Access Remote File System Architecture

1 Background

Normally after a JVM process the user only has access to file reading and writing from the user.

If:User A starts a JVM process on the linux server. If the user is not root (superuser), they can only access local files on that server and only have permission to operate with User A files.

But there are many scenarios in which we launch the JVM process through User A, hoping to have access to other user files on local filesystem in the context of non-proliferation of document permissions.

At the same time, how can the HDFS file system be accessed without HDFS installed locally?

How do you avoid creating Linux users so you can access the relevant files of that user on HDFs?

2 Ideas

By launching the engine manager (IO-Engineer) of the filesystem on the remote server (what is EngineManager?) and providing a compatible client API, allowing users access to remote file systems.

The entire architecture is shown below in graph:

Storage Remote Mode Architecture

3 Implementation

(1) User A calls on the client (IO-Client) of the remote filesystem to IO-Client via the incoming file path (FsPath) and user B for proxy;

(2) Client (IO-Client) receives FsPath and proxy user B for ProxyFS.

(3) User A operates through ProxyFS on proxyFS files of proxy user B. If the permissions check for the next steps are passed, then you can perform actions such as adding and deleting, reading and writing of files.

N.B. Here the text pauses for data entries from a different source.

/// The raw beta and its SE from `Betas`, the case's adjustment, and the beta used.
fn adjustment(book: &mut Book, sheet: &mut Sheet, betas: &BetasLayout, r: &Row) -> Result<()> {
    let beta = book.styles.beta.clone();
    let from_betas = |col: u16| format!("={}", betas.sheet.abs(betas.rows[r.i], col));
    r.put(book, sheet, RAW, &from_betas(betas.beta), "beta", &beta)?;
    r.put(
        book,
        sheet,
        SE,
        &from_betas(betas.std_error),
        "beta_std_error",
        &beta,
    )?;
    let used = match book.v.settings.beta.adjustment {
        Adjustment::None => format!("={}", r.at(RAW)),
        Adjustment::Blume => {
            let blume = format!("=BlumeWeight*{}+(1-BlumeWeight)", r.at(RAW));
            r.put(book, sheet, ADJUSTED, &blume, "shrunk_beta", &beta)?;
            format!("={}", r.at(ADJUSTED))
        }
        Adjustment::Vasicek => {
            let weight = format!(
                "=VasicekPriorVariance/(VasicekPriorVariance+{}^2)",
                r.at(SE)
            );
            r.put(
                book,
                sheet,
                WEIGHT,
                &weight,
                "vasicek/weight_on_estimate",
                &beta,
            )?;
            let w = r.at(WEIGHT);
            let shrunk = format!("={w}*{}+(1-{w})*VasicekPriorMean", r.at(RAW));
            r.put(book, sheet, ADJUSTED, &shrunk, "shrunk_beta", &beta)?;
            format!("={}", r.at(ADJUSTED))
        }
    };
    r.put(book, sheet, USED, &used, "beta_used", &beta)
}

/// The peer's equity, debt, cash and tax rate (inputs), its D/E, cost of debt and debt beta.
fn structure(book: &mut Book, sheet: &mut Sheet, r: &Row) -> Result<()> {
    let settings = &book.v.settings;
    let spec = &settings.peers[r.i];
    let s = &book.styles;
    let (beta, pct, ratio) = (s.beta.clone(), s.percent.clone(), s.ratio.clone());
    let (amount_in, pct_in, beta_in) = (
        s.amount_input.clone(),
        s.percent_input.clone(),
        s.beta_input.clone(),
    );
    for (col, value) in [
        (EQUITY, spec.equity_value),
        (DEBT, spec.debt),
        (CASH, spec.cash),
    ] {
        book.number(sheet, (r.row, col), value, &amount_in)?;
    }
    book.number(sheet, (r.row, TAX), spec.tax_rate, &pct_in)?;
    let de = match settings.leverage.debt_measure {
        DebtMeasure::Gross => format!("={}/{}", r.at(DEBT), r.at(EQUITY)),
        DebtMeasure::Net => format!("=({}-{})/{}", r.at(DEBT), r.at(CASH), r.at(EQUITY)),
    };
    r.put(book, sheet, DE, &de, "debt_to_equity", &ratio)?;
    match spec.cost_of_debt {
        Some(kd) => book.number(sheet, (r.row, KD), kd, &pct_in)?,
        None => r.put(book, sheet, KD, "=CostOfDebtPreTax", "cost_of_debt", &pct)?,
    }
    match (settings.leverage.debt_beta_source, spec.debt_beta) {
        (DebtBetaSource::None, _) => book.number(sheet, (r.row, DEBT_BETA), 0.0, &beta),
        (_, Some(own)) => book.number(sheet, (r.row, DEBT_BETA), own, &beta_in),
        (DebtBetaSource::Given, None) => r.put(
            book,
            sheet,
            DEBT_BETA,
            "=SubjectDebtBeta",
            "debt_beta",
            &beta,
        ),
        (DebtBetaSource::CreditSpread, None) => {
            let spread = format!("=({}-RiskFreeRate)/EquityRiskPremium", r.at(KD));
            r.put(book, sheet, DEBT_BETA, &spread, "debt_beta", &beta)
        }
    }
}

/// The unlevered beta under the case's formula, the beta of the operations, and the figure the
/// peer contributes to the aggregate.
fn unlever(book: &mut Book, sheet: &mut Sheet, r: &Row, included: bool) -> Result<()> {
    let v = book.v;
    let (beta, ratio) = (book.styles.beta.clone(), book.styles.ratio.clone());
    let unlevered = unlever_formula(v.cost.beta.formula, &|col| r.at(col));
    r.put(book, sheet, UNLEVERED, &unlevered, "unlevered_beta", &beta)?;
    let share = format!("=1-{}/({}+{})", r.at(CASH), r.at(EQUITY), r.at(DEBT));
    r.put(book, sheet, CASH_SHARE, &share, "operating_share", &ratio)?;
    // Of the unlevered beta at gross debt: under net debt the unlevered beta has already netted
    // the cash, and dividing it by the share too would count the cash twice.
    let operations = match v.settings.leverage.debt_measure {
        DebtMeasure::Gross => format!("={}/{}", r.at(UNLEVERED), r.at(CASH_SHARE)),
        DebtMeasure::Net => {
            let gross_de = format!("({}/{})", r.at(DEBT), r.at(EQUITY));
            let at = |col| {
                if col == DE {
                    gross_de.clone()
                } else {
                    r.at(col)
                }
            };
            let gross = unlever_formula(v.cost.beta.formula, &at);
            format!("=({})/{}", gross.trim_start_matches('='), r.at(CASH_SHARE))
        }
    };
    r.put(
        book,
        sheet,
        CORRECTED,
        &operations,
        "operations_beta",
        &beta,
    )?;
    let (chosen, field) = if v.cost.beta.uses_operations_beta {
        (CORRECTED, "operations_beta")
    } else {
        (UNLEVERED, "unlevered_beta")
    };
    // Text for a peer left out, which MEDIAN, AVERAGE, TRIMMEAN and the rest skip.
    let aggregated = format!("=IF({}=1,{},\"{LEFT_OUT}\")", r.at(INCLUDED), r.at(chosen));
    let expect = if included {
        r.field(field)
    } else {
        Expect::Text(LEFT_OUT)
    };
    book.formula(sheet, (r.row, AGGREGATED), &aggregated, expect, &beta)
}

/// βU from the beta used, D/E, tax rate, debt beta and cost of debt of one row, under the
/// case's formula: βU = (βL + βD·s·D/E) / (1 + s·D/E), βD = 0 for Hamada (see `leverage`).
fn unlever_formula(formula: Formula, at: &dyn Fn(u16) -> String) -> String {
    let (used, de, t, kd, bd) = (at(USED), at(DE), at(TAX), at(KD), at(DEBT_BETA));
    match formula {
        Formula::Hamada => format!("={used}/(1+(1-{t})*{de})"),
        Formula::HarrisPringle => format!("=({used}+{bd}*{de})/(1+{de})"),
        Formula::MilesEzzell => {
            let s = format!("(1-{t}*{kd}/(1+{kd}))");
            format!("=({used}+{bd}*{s}*{de})/(1+{s}*{de})")
        }
        Formula::Conine => format!("=({used}+{bd}*(1-{t})*{de})/(1+(1-{t})*{de})"),
    }
}

/// The Vasicek prior below the peer table: the cross-section (mean and sample variance of the
/// aggregated peers' raw betas) as formulas, or the stated one (named on the `Inputs` sheet).
fn vasicek_prior(
    book: &mut Book,
    sheet: &mut Sheet,
    names: &mut Vec<(String, String)>,
    row: u32,
    (first, last): (u32, u32),
) -> Result<()> {
    let v = book.v;
    let Some(prior) = &v.cost.beta.vasicek_prior else {
        return Ok(());
    };
    if prior.source != "cross-section" {
        return Ok(());
    }
    let beta = book.styles.beta.clone();
    let label = book.styles.label.clone();
    // Weighted by the 0/1 flags, so only the aggregated peers' raw betas count.
    let included = sheet.range(first, last, INCLUDED);
    let raw = sheet.range(first, last, RAW);
    book.text(
        sheet,
        (row, 0),
        "Vasicek prior mean (cross-section)",
        &label,
    )?;
    // `--(flag=1)`: a flag of 2 or "yes" counts as left out, as in every other formula.
    let mean = format!("=SUMPRODUCT(--({included}=1),{raw})/COUNTIF({included},1)");
    book.formula(
        sheet,
        (row, 2),
        &mean,
        Expect::Json("/beta/vasicek_prior/mean".into()),
        &beta,
    )?;
    book.text(
        sheet,
        (row + 1, 0),
        "Vasicek prior variance (cross-section)",
        &label,
    )?;
    let variance = format!(
        "=SUMPRODUCT(--({included}=1),({raw}-{m})^2)/(COUNTIF({included},1)-1)",
        m = absolute(row, 2)
    );
    // Four decimals, as the memo gives it (found by review: 0.066 for 0.0665).
    let four = book.styles.p_value.clone();
    book.formula(
        sheet,
        (row + 1, 2),
        &variance,
        Expect::Json("/beta/vasicek_prior/variance".into()),
        &four,
    )?;
    names.push(("VasicekPriorMean".into(), format!("={}", sheet.abs(row, 2))));
    names.push((
        "VasicekPriorVariance".into(),
        format!("={}", sheet.abs(row + 1, 2)),
    ));
    Ok(())
}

(4) User A is passed through ProxyFS operations to IO-Client and to remote filesystem services that are transmitted via the network and are obtained through the Smart Routing Service (IR) with a lower load remote file service (IO-Engine) during the transmission process.

(5) When the remote file service (IO-Engine) receives an IO-Client operation, safety rules are used to determine first whether the transferred token is lawful, then whether the IP is lawful, and then whether User A is authorized to act on the file to User B.

(6) The IO-Engineering will then access the superuser’s Fs through which to access the actual filesystem and operate user B files.Since the IO-Engineering service is started by a superuser, it can access all user files and operates.

(7) The IO-Engineering operation completed the user B file operation and returned the result to IO-client, thus returning the result to user A, and the complete process for proxy remote access files was completed.

Note

The engine manager (IO-EM) service in the graph above is responsible for stopping the IO-Engineering service.

The Smart Routing Service (IR) in the above graph is responsible for determining the load of each IO-Engineering and for the balancing redirection of the IO-Client request to send it, and for notifying IOEM to start the new IO-Engineering service if all IO-Engineering is overloaded and IOEM to stop the idle IO-Engineering service when the load is low.

Through the process above before you can write to you at least:

From point (5) it is clear that full control of permissions can be achieved and that users can configure their own security rules;

Features similar to shared storage can be achieved from the remote filesystem service access;

Multiple filesystems can be supported from points (1) and (2) through different types of incoming FS.